>>
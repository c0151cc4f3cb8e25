import { and, eq, inArray } from "drizzle-orm";
import type { SQLiteColumn } from "drizzle-orm/sqlite-core";
import { assertCan, type Member } from "@/lib/auth/can";
import { notFound } from "@/lib/errors";
import { faultState } from "@/lib/jobs/fault-state";
import { ReadyChecksError, readyChecks, type ReadyIssue, type ReadyRecord } from "@/lib/jobs/ready-checks";
import type { StatusChangeWithChecks } from "@/lib/jobs/ready-schemas";
import { COLLECTION_STATUS, JOB_STATUS_LABELS } from "@/lib/vocabulary";
import { getDb, type Db } from "../client";
import { faultCandidates, faults, jobs, parts, powerUps } from "../schema";
import { assertJobInWorkshop, type Tx } from "./job-access";
import { appendLog } from "./job-log";
import { changeJobStatus } from "./jobs";

/** The checks before "ready" (lib/jobs/ready-checks.ts) against the stored record, and the way past them with a reason. */

function readyRecord(member: Member, jobId: number, db: Db | Tx): ReadyRecord {
  const scope = (t: { jobId: SQLiteColumn; workshopId: SQLiteColumn }) => and(eq(t.jobId, jobId), eq(t.workshopId, member.workshopId));
  const faultRows = db.select({ id: faults.id, symptom: faults.symptom, resolution: faults.resolution }).from(faults).where(scope(faults)).all();
  const candidates = faultRows.length
    ? db
        .select({ faultId: faultCandidates.faultId, status: faultCandidates.status })
        .from(faultCandidates)
        .where(
          inArray(
            faultCandidates.faultId,
            faultRows.map((f) => f.id),
          ),
        )
        .all()
    : [];
  return {
    parts: db.select({ designator: parts.designator, state: parts.state }).from(parts).where(scope(parts)).all(),
    faults: faultRows.map((f) => ({
      symptom: f.symptom,
      state: faultState({ resolution: f.resolution, candidates: candidates.filter((c) => c.faultId === f.id) }),
    })),
    powerUps: db.select({ outcome: powerUps.outcome }).from(powerUps).where(scope(powerUps)).all(),
  };
}

/** What is still undone before the job goes to its customer; empty when nothing is. */
export function readyIssues(member: Member, jobId: number, db: Db | Tx = getDb()): ReadyIssue[] {
  assertJobInWorkshop(member, jobId, db);
  return readyChecks(readyRecord(member, jobId, db));
}

export interface Override {
  override?: boolean;
  reason?: string | null;
}

/**
 * Refuses with the list of checks (409) unless an owner or technician goes on with a reason. Returns the
 * checks that were overridden, for `recordReadyOverride` once the step is done.
 */
export function assertReadyOrOverride(member: Member, jobId: number, input: Override, db: Db | Tx = getDb()): ReadyIssue[] {
  assertCan(member, "changeStatus", "pass the checks before ready");
  const issues = readyIssues(member, jobId, db);
  if (issues.length && !(input.override && input.reason)) throw new ReadyChecksError(issues);
  return issues;
}

/** The reason and the checks it overrode go to the Log; `what` names the step ("Ready message sent"). */
export function recordReadyOverride(member: Member, jobId: number, issues: readonly ReadyIssue[], reason: string, what: string, tx?: Tx): void {
  if (!issues.length) return;
  const write = (t: Tx) =>
    appendLog(t, member, jobId, "status", `${what} with checks still open — ${issues.map((i) => i.message).join(" ")} Reason: ${reason}`, {
      override: true,
      reason,
      checks: issues.map((i) => i.id),
    });
  if (tx) write(tx);
  else getDb().transaction(write);
}

/** The status change of POST /api/jobs/{id}/status: moving to the collection status ("at-the-counter") passes the checks first. */
export function changeStatusWithChecks(member: Member, jobId: number, input: StatusChangeWithChecks) {
  if (input.status !== COLLECTION_STATUS) return changeJobStatus(member, jobId, input.status);
  assertCan(member, "changeStatus", "change a job's status");
  return getDb().transaction((tx) => {
    const now = tx
      .select({ status: jobs.status })
      .from(jobs)
      .where(and(eq(jobs.id, jobId), eq(jobs.workshopId, member.workshopId)))
      .get();
    if (!now) throw notFound("That job");
    const issues = now.status === COLLECTION_STATUS ? [] : assertReadyOrOverride(member, jobId, input, tx);
    // changeJobStatus opens its own transaction: inside this one it runs as a savepoint.
    const job = changeJobStatus(member, jobId, COLLECTION_STATUS);
    recordReadyOverride(member, jobId, issues, input.reason ?? "", `Moved to “${JOB_STATUS_LABELS[COLLECTION_STATUS]}”`, tx);
    return job;
  });
}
<<
■ THE TASK ■
In the listing above, locate the line containing "assertCan, type Member" and the line containing "function readyRecord(member: Member, jobId: number, db: Db". Transcribe those two lines and everything between them, exactly as written.

■ SOLUTION FOR THIS TASK ■
import { assertCan, type Member } from "@/lib/auth/can";
import { notFound } from "@/lib/errors";
import { faultState } from "@/lib/jobs/fault-state";
import { ReadyChecksError, readyChecks, type ReadyIssue, type ReadyRecord } from "@/lib/jobs/ready-checks";
import type { StatusChangeWithChecks } from "@/lib/jobs/ready-schemas";
import { COLLECTION_STATUS, JOB_STATUS_LABELS } from "@/lib/vocabulary";
import { getDb, type Db } from "../client";
import { faultCandidates, faults, jobs, parts, powerUps } from "../schema";
import { assertJobInWorkshop, type Tx } from "./job-access";
import { appendLog } from "./job-log";
import { changeJobStatus } from "./jobs";

/** The checks before "ready" (lib/jobs/ready-checks.ts) against the stored record, and the way past them with a reason. */

function readyRecord(member: Member, jobId: number, db: Db | Tx): ReadyRecord {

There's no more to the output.